Senior Citizen Savings Scheme: With the recent hike in the SCSS interest rate by the government to 8.2%, elderly people now have the opportunity to avail an additional 0.8% interest. According to money experts, senior citizens can take advantage of higher interest rate by closing the previous scss account After assessing whether the penalty for closure of the old account is less than the additional interest earned in the new account.
“After completion of one year, the senior individual can prematurely withdraw from SCSS. Vineet Khandare, CEO and founder of MyFundBazaar said, if the withdrawal is made after the lapse of one year but before the lapse of two years from the date of deposit, a penalty of 1.50% of the deposit amount will be levied.
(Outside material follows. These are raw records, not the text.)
//===- ErasureCommandTest.cpp - Roles, engines and heat from the CLI ------===//
//
// The erasure ledger as a user sees it: `//!` roles and --role, --engine,
// --temperature, the JSON fields of docs/json.md and the exit codes of
// DESIGN.md (2 for bad input or usage).
//
//===----------------------------------------------------------------------===//
#include "ToolRunner.h"

#include <gtest/gtest.h>
#include <nlohmann/json.hpp>

#include <cmath>

namespace {

using revbound::test::Outcome;

class ErasureCommand : public revbound::test::ToolTest {
protected:
  nlohmann::json circuit(const std::string &Args) {
    Outcome R = invoke("report --format json " + Args);
    EXPECT_EQ(R.Exit, 0) << R.Err;
    if (R.Exit != 0)
      return nlohmann::json::object();
    return nlohmann::json::parse(R.Out)["circuits"][0];
  }
};

// ccx computes a AND b into the ancilla, which a reset then erases.
const char *AndThenReset = "OPENQASM 2.0;\ninclude \"qelib1.inc\";\n"
                           "//! input a, b\n"
                           "qreg a[1];\nqreg b[1];\nqreg anc[1];\n"
                           "ccx a[0], b[0], anc[0];\n"
                           "reset anc[0];\n";

// Binary entropy H2(1/4) = 2 - (3/4) log2 3 (Shannon, Bell Syst. Tech. J.
// 27, 379 (1948)); the AND of two uniform bits is 1 with probability 1/4.
const double H2Quarter = 2 - 0.75 * std::log2(3.0);
// k_B T ln 2 at 300 K with the SI 2019 k_B = 1.380649e-23 J/K (Landauer,
// IBM J. Res. Dev. 5, 183 (1961); BIPM SI Brochure, 9th ed., 2019).
const double LandauerAt300K = 2.870979e-21;

TEST_F(ErasureCommand, ResetOfAnAndIsChargedItsEntropy) {
  write("and.qasm", AndThenReset);
  nlohmann::json C = circuit("and.qasm");
  ASSERT_TRUE(C.contains("erasures"));
  const nlohmann::json &E = C["erasures"];
  EXPECT_EQ(E["engine"], "classical");
  EXPECT_EQ(E["events"], 1);
  ASSERT_EQ(E["list"].size(), 1u);
  const nlohmann::json &Ev = E["list"][0];
  EXPECT_EQ(Ev["kind"], "reset");
  EXPECT_EQ(Ev["wire"], "anc[0]");
  EXPECT_EQ(Ev["file"], "and.qasm");
  EXPECT_EQ(Ev["line"], 8);
  EXPECT_EQ(Ev["column"], 1);
  EXPECT_EQ(Ev["status"], "exact");
  EXPECT_NEAR(Ev["bits_low"].get<double>(), 0.811278, 1e-6);
  EXPECT_NEAR(Ev["bits_high"].get<double>(), H2Quarter, 1e-12);
  EXPECT_TRUE(E["entropy_bits"]["exact"].get<bool>());
  EXPECT_NEAR(C["landauer"]["heat_J"]["low"].get<double>(),
              H2Quarter * LandauerAt300K, 1e-26);
}

TEST_F(ErasureCommand, TemperatureScalesTheHeat) {
  write("and.qasm", AndThenReset);
  nlohmann::json Warm = circuit("and.qasm");
  nlohmann::json Cold = circuit("and.qasm --temperature 20mK");
  EXPECT_EQ(Cold["landauer"]["temperature_K"], 0.02);
  EXPECT_NEAR(Cold["landauer"]["heat_J"]["low"].get<double>() /
                  Warm["landauer"]["heat_J"]["low"].get<double>(),
              0.02 / 300, 1e-12);
  Outcome Bad = invoke("report and.qasm --temperature 1eV");
  EXPECT_EQ(Bad.Exit, 2);
  EXPECT_NE(Bad.Err.find("--temperature"), std::string::npos) << Bad.Err;
  Outcome Zero = invoke("report and.qasm --temperature 0K");
  EXPECT_EQ(Zero.Exit, 2);
}

TEST_F(ErasureCommand, RoleOptionWinsOverTheFile) {
  // Without inputs the AND is constant 0: its reset erases nothing.
  write("and.qasm", AndThenReset);
  nlohmann::json C = circuit("and.qasm --role a=output --role b=output");
  ASSERT_EQ(C["erasures"]["list"].size(), 1u);
  EXPECT_EQ(C["erasures"]["list"][0]["status"], "constant");
  EXPECT_EQ(C["erasures"]["entropy_bits"]["high"], 0.0);
}

TEST_F(ErasureCommand, DirtyAncillaHasACounterexample) {
  // The carry of a AND b is left in the ancilla: dirty exactly when both
  // inputs are 1.
  write("dirty.qasm", "OPENQASM 2.0;\ninclude \"qelib1.inc\";\n"
                      "//! input a\n//! ancilla anc\n"
                      "qreg a[2];\nqreg anc[1];\n"
                      "ccx a[0], a[1], anc[0];\n");
  nlohmann::json C = circuit("dirty.qasm");
  ASSERT_EQ(C["ancillas"].size(), 1u);
  EXPECT_EQ(C["ancillas"][0]["wire"], "anc[0]");
  EXPECT_EQ(C["ancillas"][0]["clean"], false);
  EXPECT_EQ(C["ancillas"][0]["counterexample"]["a"], "11");
  ASSERT_EQ(C["erasures"]["list"].size(), 1u);
  EXPECT_EQ(C["erasures"]["list"][0]["kind"], "discard");
  EXPECT_EQ(C["erasures"]["list"][0]["line"], 7);
  EXPECT_NEAR(C["erasures"]["list"][0]["bits_low"].get<double>(), H2Quarter,
              1e-12);
  // A dirty ancilla is not a failed check for `report`: exit 0 (the exit
  // code 1 belongs to `check`).
}

TEST_F(ErasureCommand, EngineChoiceIsReported) {
  write("and.qasm", AndThenReset);
  nlohmann::json S = circuit("and.qasm --engine structural");
  EXPECT_EQ(S["erasures"]["engine"], "structural");
  EXPECT_EQ(S["erasures"]["list"][0]["status"], "unknown");
  EXPECT_EQ(S["erasures"]["list"][0]["bits_high"], 1.0);
  nlohmann::json D = circuit("and.qasm --engine density");
  EXPECT_EQ(D["erasures"]["engine"], "density");
  EXPECT_NEAR(D["erasures"]["list"][0]["bits_low"].get<double>(), H2Quarter,
              1e-9);
  Outcome Bad = invoke("report and.qasm --engine quantum");
  EXPECT_EQ(Bad.Exit, 2);
}

TEST_F(ErasureCommand, DensityEngineTooWideIsAnError) {
  write("wide.qasm", "OPENQASM 2.0;\ninclude \"qelib1.inc\";\nqreg q[3];\n"
                     "h q[0];\ncx q[0], q[1];\ncx q[1], q[2];\nreset q[0];\n");
  Outcome R = invoke("report wide.qasm --engine density --max-density-qubits 2");
  EXPECT_EQ(R.Exit, 2);
  EXPECT_NE(R.Err.find("wide.qasm"), std::string::npos) << R.Err;
}

TEST_F(ErasureCommand, RoleErrorsExitTwo) {
  write("and.qasm", AndThenReset);
  Outcome Undeclared = invoke("report and.qasm --role zz=input");
  EXPECT_EQ(Undeclared.Exit, 2);
  EXPECT_EQ(Undeclared.Err,
            "and.qasm: error: --role zz: 'zz' is not a declared quantum "
            "register\n");
  Outcome BadRole = invoke("report and.qasm --role a=helper");
  EXPECT_EQ(BadRole.Exit, 2);
  EXPECT_EQ(BadRole.Err, "revbound: error: --role a=helper: expected "
                         "NAME=ROLE with ROLE one of input, ancilla, output "
                         "or garbage\n");
  write("typo.qasm", "OPENQASM 2.0;\nqreg q[1];\n//! ancila q\n");
  Outcome Typo = invoke("report typo.qasm");
  EXPECT_EQ(Typo.Exit, 2);
  EXPECT_EQ(Typo.Err.substr(0, 70),
            "typo.qasm:3:5: error: unknown role 'ancila'; expected input, "
            "ancilla, ");
}

TEST_F(ErasureCommand, TextReportShowsTheLedger) {
  write("and.qasm", AndThenReset);
  Outcome R = invoke("report and.qasm");
  ASSERT_EQ(R.Exit, 0) << R.Err;
  EXPECT_NE(R.Out.find("and.qasm:8:1 reset anc[0]: 0.811278 bits"),
            std::string::npos)
      << R.Out;
  EXPECT_NE(R.Out.find("landauer"), std::string::npos);
}

} // namespace
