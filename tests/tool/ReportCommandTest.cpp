//===- ReportCommandTest.cpp - `revbound report` as a user runs it --------===//
//
// Runs the real executable: exit codes (DESIGN.md: 0 ok, 2 bad input or
// usage), JSON contract fields, determinism, standard input, -o.
//
//===----------------------------------------------------------------------===//
#include "ToolRunner.h"

#include <gtest/gtest.h>
#include <nlohmann/json.hpp>

#include <cstdio>
#include <cstdlib>
#include <filesystem>
#include <fstream>
#include <sstream>
#include <sys/wait.h>
#include <unistd.h>

namespace fs = std::filesystem;

namespace {

using revbound::test::Outcome;
using revbound::test::slurp;

class ReportCommand : public revbound::test::ToolTest {
protected:

};

const char *Bell = "OPENQASM 2.0;\ninclude \"qelib1.inc\";\n"
                   "qreg q[2];\ncreg c[2];\nh q[0];\ncx q[0], q[1];\n"
                   "measure q -> c;\n";

} // namespace

TEST_F(ReportCommand, JsonContract) {
  write("bell.qasm", Bell);
  Outcome R = invoke("report --format json bell.qasm");
  ASSERT_EQ(R.Exit, 0) << R.Err;
  nlohmann::json J = nlohmann::json::parse(R.Out);
  EXPECT_EQ(J["schema"], "revbound/report-1");
  ASSERT_EQ(J["circuits"].size(), 1u);
  const nlohmann::json &C = J["circuits"][0];
  EXPECT_EQ(C["file"], "bell.qasm");
  EXPECT_EQ(C["qubits"], 2);
  EXPECT_EQ(C["clbits"], 2);
  EXPECT_EQ(C["ops"]["by_name"]["h"], 1);
  EXPECT_EQ(C["ops"]["by_name"]["cx"], 1);
  EXPECT_EQ(C["ops"]["primitive"]["U"], 1);
  EXPECT_EQ(C["ops"]["primitive"]["CX"], 1);
  EXPECT_EQ(C["ops"]["gates"], 2);
  EXPECT_EQ(C["ops"]["measure"], 2);
  EXPECT_EQ(C["depth"]["all"], 3);
  EXPECT_EQ(C["depth"]["two_qubit"], 1);
  EXPECT_EQ(C["critical_path"]["length"], 3);
  // Two orthogonal steps (h, cx: L = pi/2) of action pi hbar / 2 = h / 4
  // each (Margolus & Levitin, Physica D 120, 188 (1998)).
  EXPECT_NEAR(C["speed"]["action_Js"].get<double>(), 2 * 6.62607015e-34 / 4, 1e-46);
  EXPECT_EQ(C["speed"]["orthogonal_ops"], 2);
  EXPECT_TRUE(C["speed"]["energy_J"].is_null());
  EXPECT_TRUE(C["speed"]["time_s"]["pooled"].is_null());
  // Two measures into bits known to be 0 overwrite nothing (DESIGN.md,
  // "Erasure ledger"), and nothing is discarded.
  EXPECT_EQ(C["erasures"]["events"], 0);
  EXPECT_EQ(C["erasures"]["entropy_bits"]["high"], 0.0);
  EXPECT_TRUE(C["ancillas"].empty());
  EXPECT_EQ(C["landauer"]["temperature_K"], 300.0);
  EXPECT_EQ(C["landauer"]["heat_J"]["low"], 0.0);
}

TEST_F(ReportCommand, DeterministicAndStdin) {
  write("bell.qasm", Bell);
  Outcome A = invoke("report --format json bell.qasm");
  Outcome B = invoke("report --format json bell.qasm");
  EXPECT_EQ(A.Out, B.Out);
  Outcome S = invoke("report --format json -", Bell);
  ASSERT_EQ(S.Exit, 0) << S.Err;
  EXPECT_EQ(nlohmann::json::parse(S.Out)["circuits"][0]["file"], "<stdin>");
}

TEST_F(ReportCommand, SeveralFilesAndOutputFile) {
  write("a.qasm", Bell);
  write("b.qasm", "OPENQASM 2.0;\nqreg q[1];\nU(0,0,0) q[0];\n");
  Outcome R = invoke("report --format json -o out.json a.qasm b.qasm");
  ASSERT_EQ(R.Exit, 0) << R.Err;
  EXPECT_EQ(R.Out, "");
  nlohmann::json J = nlohmann::json::parse(slurp(Dir / "out.json"));
  ASSERT_EQ(J["circuits"].size(), 2u);
  EXPECT_EQ(J["circuits"][1]["file"], "b.qasm");
  // No temporary file is left beside the output.
  int Files = 0;
  for (const auto &E : fs::directory_iterator(Dir))
    Files += E.path().filename().string().find(".tmp-") != std::string::npos;
  EXPECT_EQ(Files, 0);
}

TEST_F(ReportCommand, BadInputExitsTwoWithDiagnostic) {
  write("bad.qasm", "OPENQASM 2.0;\nqreg q[2];\nCX q[0], q[0];\n");
  write("good.qasm", Bell);
  Outcome R = invoke("report good.qasm bad.qasm");
  EXPECT_EQ(R.Exit, 2);
  EXPECT_EQ(R.Out, "");
  EXPECT_EQ(R.Err,
            "bad.qasm:3:10: error: qubit q[0] is used twice in one application of 'CX'\n"
            "CX q[0], q[0];\n"
            "         ^~~~\n");
  Outcome Missing = invoke("report nope.qasm");
  EXPECT_EQ(Missing.Exit, 2);
  EXPECT_NE(Missing.Err.find("cannot open 'nope.qasm'"), std::string::npos);
}

TEST_F(ReportCommand, UsageErrorsExitTwo) {
  EXPECT_EQ(invoke("").Exit, 2);
  EXPECT_EQ(invoke("report").Exit, 2);
  write("bell.qasm", Bell);
  EXPECT_EQ(invoke("report --format yaml bell.qasm").Exit, 2);
  EXPECT_EQ(invoke("report --bogus bell.qasm").Exit, 2);
  // Ops are indexed in 32 bits (docs/limits.md); a larger limit would let
  // the indices wrap.
  Outcome Big = invoke("report --max-ops 4294967295 bell.qasm");
  EXPECT_EQ(Big.Exit, 2);
  EXPECT_NE(Big.Err.find("--max-ops"), std::string::npos) << Big.Err;
  EXPECT_EQ(invoke("report --help").Exit, 0);
}

TEST_F(ReportCommand, WarningsDoNotChangeTheExitCode) {
  write("nohead.qasm", "include \"qelib1.inc\";\nqreg q[1];\nx q[0];\n");
  Outcome R = invoke("report --format json nohead.qasm");
  EXPECT_EQ(R.Exit, 0);
  EXPECT_NE(R.Err.find("warning: missing 'OPENQASM 2.0;' header"), std::string::npos);
  nlohmann::json J = nlohmann::json::parse(R.Out);
  EXPECT_EQ(J["circuits"][0]["warnings"].size(), 1u);
}

// Counts past 2^53 must be exact JSON integers: 2^60 x gates through 60
// levels of doubling definitions (2^60 = 1152921504606846976, exact).
TEST_F(ReportCommand, HugeCountsAreExactIntegers) {
  std::string Text = "OPENQASM 2.0;\ninclude \"qelib1.inc\";\ngate g0 a { x a; }\n";
  for (int K = 1; K <= 60; ++K)
    Text += "gate g" + std::to_string(K) + " a { g" + std::to_string(K - 1) +
            " a; g" + std::to_string(K - 1) + " a; }\n";
  Text += "qreg q[1];\ng60 q[0];\n";
  write("huge.qasm", Text);
  Outcome R = invoke("report --format json huge.qasm");
  ASSERT_EQ(R.Exit, 0) << R.Err;
  EXPECT_NE(R.Out.find("\"gates\": 1152921504606846976"), std::string::npos);
  EXPECT_NE(R.Out.find("\"all\": 1152921504606846976"), std::string::npos);
  // Four more doublings pass 2^64 - 1: an error, not a wrapped count.
  for (int K = 61; K <= 64; ++K)
    Text.insert(Text.find("qreg"), "gate g" + std::to_string(K) + " a { g" +
                                       std::to_string(K - 1) + " a; g" +
                                       std::to_string(K - 1) + " a; }\n");
  Text.replace(Text.find("g60 q[0]"), 3, "g64");
  write("huger.qasm", Text);
  R = invoke("report huger.qasm");
  EXPECT_EQ(R.Exit, 2);
  EXPECT_NE(R.Err.find("passes 2^64-1"), std::string::npos);
}

TEST_F(ReportCommand, UnknownNativeNameAndCommand) {
  write("bell.qasm", Bell);
  Outcome R = invoke("report --native nosuch bell.qasm");
  EXPECT_EQ(R.Exit, 0);
  EXPECT_EQ(R.Err, "bell.qasm: warning: --native names 'nosuch', which is not "
                   "a gate the file defines\n");
  R = invoke("frob bell.qasm");
  EXPECT_EQ(R.Exit, 2);
  EXPECT_EQ(R.Err, "revbound: unknown command 'frob'; expected one of: report gates check compare\n");
}

TEST_F(ReportCommand, OpaqueGatesInThePrimitiveCounts) {
  write("op.qasm", "OPENQASM 2.0;\nopaque magic a;\nqreg q[1];\nmagic q[0];\n"
                   "U(0,0,0) q[0];\n");
  Outcome R = invoke("report --format json op.qasm");
  ASSERT_EQ(R.Exit, 0) << R.Err;
  nlohmann::json P = nlohmann::json::parse(R.Out)["circuits"][0]["ops"]["primitive"];
  EXPECT_EQ(P["U"], 1);
  EXPECT_EQ(P["opaque"], 1);
}

// File names need not be UTF-8; the JSON stays valid.
TEST_F(ReportCommand, NonUtf8FileName) {
  write("bad\xff.qasm", Bell);
  Outcome R = invoke("report --format json 'bad\xff.qasm'");
  ASSERT_EQ(R.Exit, 0) << R.Err;
  EXPECT_EQ(nlohmann::json::parse(R.Out)["circuits"][0]["file"], "bad\xEF\xBF\xBD.qasm");
}

TEST_F(ReportCommand, EnergiesAndBadUnits) {
  write("bell.qasm", Bell);
  Outcome R = invoke("report --format json --energy 1J --energy-per-qubit 1J bell.qasm");
  ASSERT_EQ(R.Exit, 0) << R.Err;
  nlohmann::json S = nlohmann::json::parse(R.Out)["circuits"][0]["speed"];
  // Pooled: 2 x h/4 at 1 J; per qubit: h (1 qubit) then cx (2 qubits).
  EXPECT_NEAR(S["time_s"]["pooled"].get<double>(), 2 * 6.62607015e-34 / 4, 1e-46);
  EXPECT_NEAR(S["time_s"]["per_qubit"].get<double>(),
              6.62607015e-34 / 4 + 6.62607015e-34 / 8, 1e-46);
  R = invoke("report --energy 3K bell.qasm");
  EXPECT_EQ(R.Exit, 2);
  EXPECT_EQ(R.Err, "revbound: error: --energy: 'K' is not a unit of energy; use "
                   "J or eV with an SI prefix (e.g. 1eV, 3 meV, 2e-20 J)\n");
  R = invoke("report --gate-angle magic bell.qasm");
  EXPECT_EQ(R.Exit, 2);
  EXPECT_EQ(R.Err, "revbound: error: --gate-angle 'magic': expected NAME=RADIANS\n");
}
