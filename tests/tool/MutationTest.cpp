//===- MutationTest.cpp - Mutated real circuits end cleanly ---------------===//
//
// A thousand randomly mutated circuits (bytes deleted, inserted and
// duplicated, huge numbers, NULs, deep nesting) go through the whole
// pipeline in-process. Each must end with a report or a diagnostic, within
// a few seconds, never a crash; under the sanitizer build (.ci/run) memory
// errors and undefined behaviour fail the test too. A second test runs the
// revbound executable with `--engine classical` and `--engine density` on
// mutants of circuits with role annotations: exit 0 or 2, within seconds.
//
//===----------------------------------------------------------------------===//
#include "TestSupport.h"
#include "ToolRunner.h"

#include <gtest/gtest.h>

#include <chrono>
#include <filesystem>
#include <fstream>
#include <random>
#include <sstream>
#include <sys/wait.h>

using namespace revbound;
namespace fs = std::filesystem;

namespace {

fs::path sharedExamples() {
  return fs::path(test::sharedDir()) / "openqasm2" / "examples" / "generic";
}

std::vector<std::string> seeds() {
  std::vector<std::string> Out = {
      "OPENQASM 2.0;\ninclude \"qelib1.inc\";\nqreg q[3];\ncreg c[3];\n"
      "gate maj a,b,c { cx c,b; cx c,a; ccx a,b,c; }\nh q;\nmaj q[0],q[1],q[2];\n"
      "rz(pi/4) q[1];\nmeasure q -> c;\nif(c==5) x q[0];\nreset q[2];\n",
      "OPENQASM 2.0;\ngate g0 a { U(0,0,pi/4) a; }\ngate g1 a { g0 a; g0 a; }\n"
      "gate g2 a { g1 a; g1 a; }\nqreg q[2];\ng2 q[0];\nCX q[0],q[1];\n"
      "barrier q;\nopaque o(t) a, b;\no(1e-5) q[0], q[1];\n",
  };
  fs::path Examples = sharedExamples();
  if (fs::is_directory(Examples))
    for (const auto &E : fs::directory_iterator(Examples))
      if (E.path().extension() == ".qasm") {
        std::ifstream In(E.path(), std::ios::binary);
        std::stringstream S;
        S << In.rdbuf();
        Out.push_back(S.str());
      }
  return Out;
}

/// Circuits whose `//!` roles (docs/formats.md) give the engines inputs,
/// ancillas and garbage to decide, with resets, measurements and an `if`.
std::vector<std::string> roleSeeds() {
  return {
      "OPENQASM 2.0;\ninclude \"qelib1.inc\";\n"
      "//! input a, b\n//! ancilla anc\n//! garbage g\n"
      "qreg a[2];\nqreg b[1];\nqreg anc[1];\nqreg g[1];\n"
      "creg c[2];\nccx a[0],a[1],anc[0];\ncx anc[0],b[0];\n"
      "ccx a[0],a[1],anc[0];\ncx a[0],g[0];\ncswap b[0],a[0],a[1];\n"
      "measure a[0] -> c[0];\nmeasure a[0] -> c[0];\nreset b[0];\n"
      "if(c==1) x b[0];\n",
      "OPENQASM 2.0;\ninclude \"qelib1.inc\";\n//! input x\n//! ancilla w\n"
      "qreg x[2];\nqreg w[1];\ncreg m[1];\nh x[0];\ncx x[0],w[0];\n"
      "rz(pi/4) w[0];\nmeasure w[0] -> m[0];\nreset w[0];\nh w[0];\n",
      "OPENQASM 2.0;\ngate g0 a { U(0,0,pi/4) a; }\n"
      "gate g1 a, b { g0 a; CX a, b; g0 b; }\n"
      "gate g2 a, b { g1 a, b; g1 b, a; }\n"
      "//! ancilla q[1]\n//! input q[0]\nqreg q[3];\ncreg c[3];\n"
      "g2 q[0], q[1];\ng2 q[1], q[2];\nmeasure q -> c;\nreset q;\n",
  };
}

std::string mutate(std::string Text, std::mt19937 &Rng) {
  static const char *Pieces[] = {"18446744073709551616", "99999999999999999999999",
                                 "1e999", "((((((((((", "----------", ";", "{", "}",
                                 "qreg q[4000000000];", "gate", "if(c==", "\"",
                                 "include \"qelib1.inc\";", "//", "\xff\xfe"};
  int Edits = 1 + int(Rng() % 2);
  for (int E = 0; E < Edits && !Text.empty(); ++E) {
    size_t At = Rng() % Text.size();
    switch (Rng() % 6) {
    case 0: // delete a run
      Text.erase(At, 1 + Rng() % 8);
      break;
    case 1: // insert a random byte
      Text.insert(Text.begin() + At, char(Rng() % 256));
      break;
    case 2: // duplicate a run
      Text.insert(At, Text.substr(At, 1 + Rng() % 40));
      break;
    case 3: // a NUL
      Text.insert(Text.begin() + At, '\0');
      break;
    default: // a hostile token
      Text.insert(At, Pieces[Rng() % (sizeof(Pieces) / sizeof(*Pieces))]);
      break;
    }
  }
  return Text;
}

} // namespace

TEST(Mutation, EveryMutantEndsWithAReportOrADiagnostic) {
  // The counts below are of mutants of the shared examples as well.
  if (!fs::is_directory(sharedExamples()))
    GTEST_SKIP() << "needs the shared examples in " << sharedExamples()
                 << " (CMake option REVBOUND_SHARED_DIR)";
  std::vector<std::string> Seeds = seeds();
  std::mt19937 Rng(7);
  qasm::FrontendOptions Front;
  Front.Limits.MaxQubits = 4096; // keep each mutant's memory small
  int Reports = 0, Diagnostics = 0;
  for (int I = 0; I < 1000; ++I) {
    std::string Text = mutate(Seeds[I % Seeds.size()], Rng);
    auto Start = std::chrono::steady_clock::now();
    test::Elaborated E = test::elaborate(Text, Front);
    if (E.Circuit) {
      report::AnalysisOptions Opts;
      llvm::Expected<report::CircuitReport> R =
          report::analyzeCircuit(*E.Circuit, *E.Files, "m.qasm", Opts);
      if (R) {
        ++Reports;
      } else {
        llvm::handleAllErrors(R.takeError(), [&](const DiagnosticError &D) {
          EXPECT_FALSE(formatDiagnostic(E.Files->mgr(), D.diagnostic()).empty());
        });
        ++Diagnostics;
      }
    } else {
      EXPECT_NE(E.Error.find("error: "), std::string::npos) << E.Error;
      ++Diagnostics;
    }
    double Seconds = std::chrono::duration<double>(
                         std::chrono::steady_clock::now() - Start)
                         .count();
    EXPECT_LT(Seconds, 5.0) << "mutant " << I << " took " << Seconds << " s";
  }
  // Both outcomes occur, so the mutations are neither all fatal nor idle.
  EXPECT_GT(Reports, 50);
  EXPECT_GT(Diagnostics, 50);
}

// The driver, as users run it, with each explicit engine on mutants of
// circuits with roles (and of the shared examples): every run ends with a
// report (exit 0) or a diagnostic (exit 2, DESIGN.md "Exit codes"), never
// a crash (a signal), an internal error (3) or a hang. `timeout` (GNU
// coreutils) stops a hung run after 60 s, which fails the exit-code check.
class MutationTool : public test::ToolTest {};

TEST_F(MutationTool, ExplicitEnginesExitZeroOrTwo) {
  // The counts below are of mutants of the shared examples as well.
  if (!fs::is_directory(sharedExamples()))
    GTEST_SKIP() << "needs the shared examples in " << sharedExamples()
                 << " (CMake option REVBOUND_SHARED_DIR)";
  std::vector<std::string> Seeds = roleSeeds();
  for (std::string &S : seeds())
    Seeds.push_back(std::move(S));
  std::mt19937 Rng(11);
  int Exit0 = 0, Exit2 = 0;
  for (int I = 0; I < 100; ++I) {
    std::string Text = mutate(Seeds[I % Seeds.size()], Rng);
    fs::path File = write("m.qasm", Text);
    for (const char *Engine : {"classical", "density"}) {
      std::string Cmd = "timeout -k 5 60 '" REVBOUND_BINARY
                        "' report --format json --max-qubits 4096 --engine " +
                        std::string(Engine) + " '" + File.string() + "' >'" +
                        (Dir / "out.txt").string() + "' 2>'" +
                        (Dir / "err.txt").string() + "'";
      auto Start = std::chrono::steady_clock::now();
      int Status = std::system(Cmd.c_str());
      double Seconds = std::chrono::duration<double>(
                           std::chrono::steady_clock::now() - Start)
                           .count();
      int Exit = WIFEXITED(Status) ? WEXITSTATUS(Status) : -1;
      std::string Err = test::slurp(Dir / "err.txt");
      EXPECT_TRUE(Exit == 0 || Exit == 2)
          << "mutant " << I << " with --engine " << Engine << ": exit "
          << Exit << "\n"
          << Err << "\n--- input ---\n"
          << Text;
      if (Exit == 2)
        EXPECT_NE(Err.find("error: "), std::string::npos) << Err;
      Exit0 += Exit == 0;
      Exit2 += Exit == 2;
      EXPECT_LT(Seconds, 10.0) << "mutant " << I << " with --engine "
                               << Engine << " took " << Seconds << " s";
    }
  }
  // Both outcomes occur, so the mutations are neither all fatal nor idle
  // (about one mutant in twelve still reads).
  EXPECT_GT(Exit0, 5);
  EXPECT_GT(Exit2, 5);
}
As per SCSS rules, the account can be closed before the maturity period of 5 years, but premature closure will attract penalty. Clear’s Archit Gupta said that the account can be closed before the maturity period of 5 years, but the penalty has to be paid.
SCSS rules on premature closure of account
1) No interest will be paid if the account is closed within the first year of opening
2) If the account is closed after one year but before two years, 1.5% of the principal amount will be deducted.
3) If the account is closed after two years but before five years, 1% of the principal amount will be deducted.
In which scenarios, would it be beneficial to switch to a new SCSS account?
For example, if a senior citizen Investment 10 lakh in February 2022 at 7.4% interest rate in SCSS account, quarterly interest 18,500. If they want to switch to a new account with 8.2% interest rate, they will have to pay a penalty of 1.5% of the principal amount, which is 15,000. In this case, switching to a new account would be beneficial as the gains outweigh the penalty for premature withdrawal. However, one should also consider the tax implications before making the switch, said Archit Gupta.
What if the senior citizen has availed tax benefits on the SCSS account which he wants to close?
Individuals investing in SCSS can avail tax deductions 1.5 lakh under section 80C. “If a senior citizen has already claimed this deduction and decides to prematurely close the account, he will have to pay tax on the amount already exempted as the maturity period of the account is 5 years. To avoid losing tax benefits, senior citizens can maintain 1.5 Lakh in old account and withdraw only above amount 1.5 lakh,” Gupta explained.
SCSS interest rate has been increased from 8 per cent to 8.2 per cent for the April-June quarter. Once invested, the interest rate remains constant throughout the tenure. Presenting the Union Budget 2023, Finance Minister Nirmala Sitharaman announced an increase in the deposit limit under SCSS 30 lakhs, from 15 lakh for a single account holder from this financial year.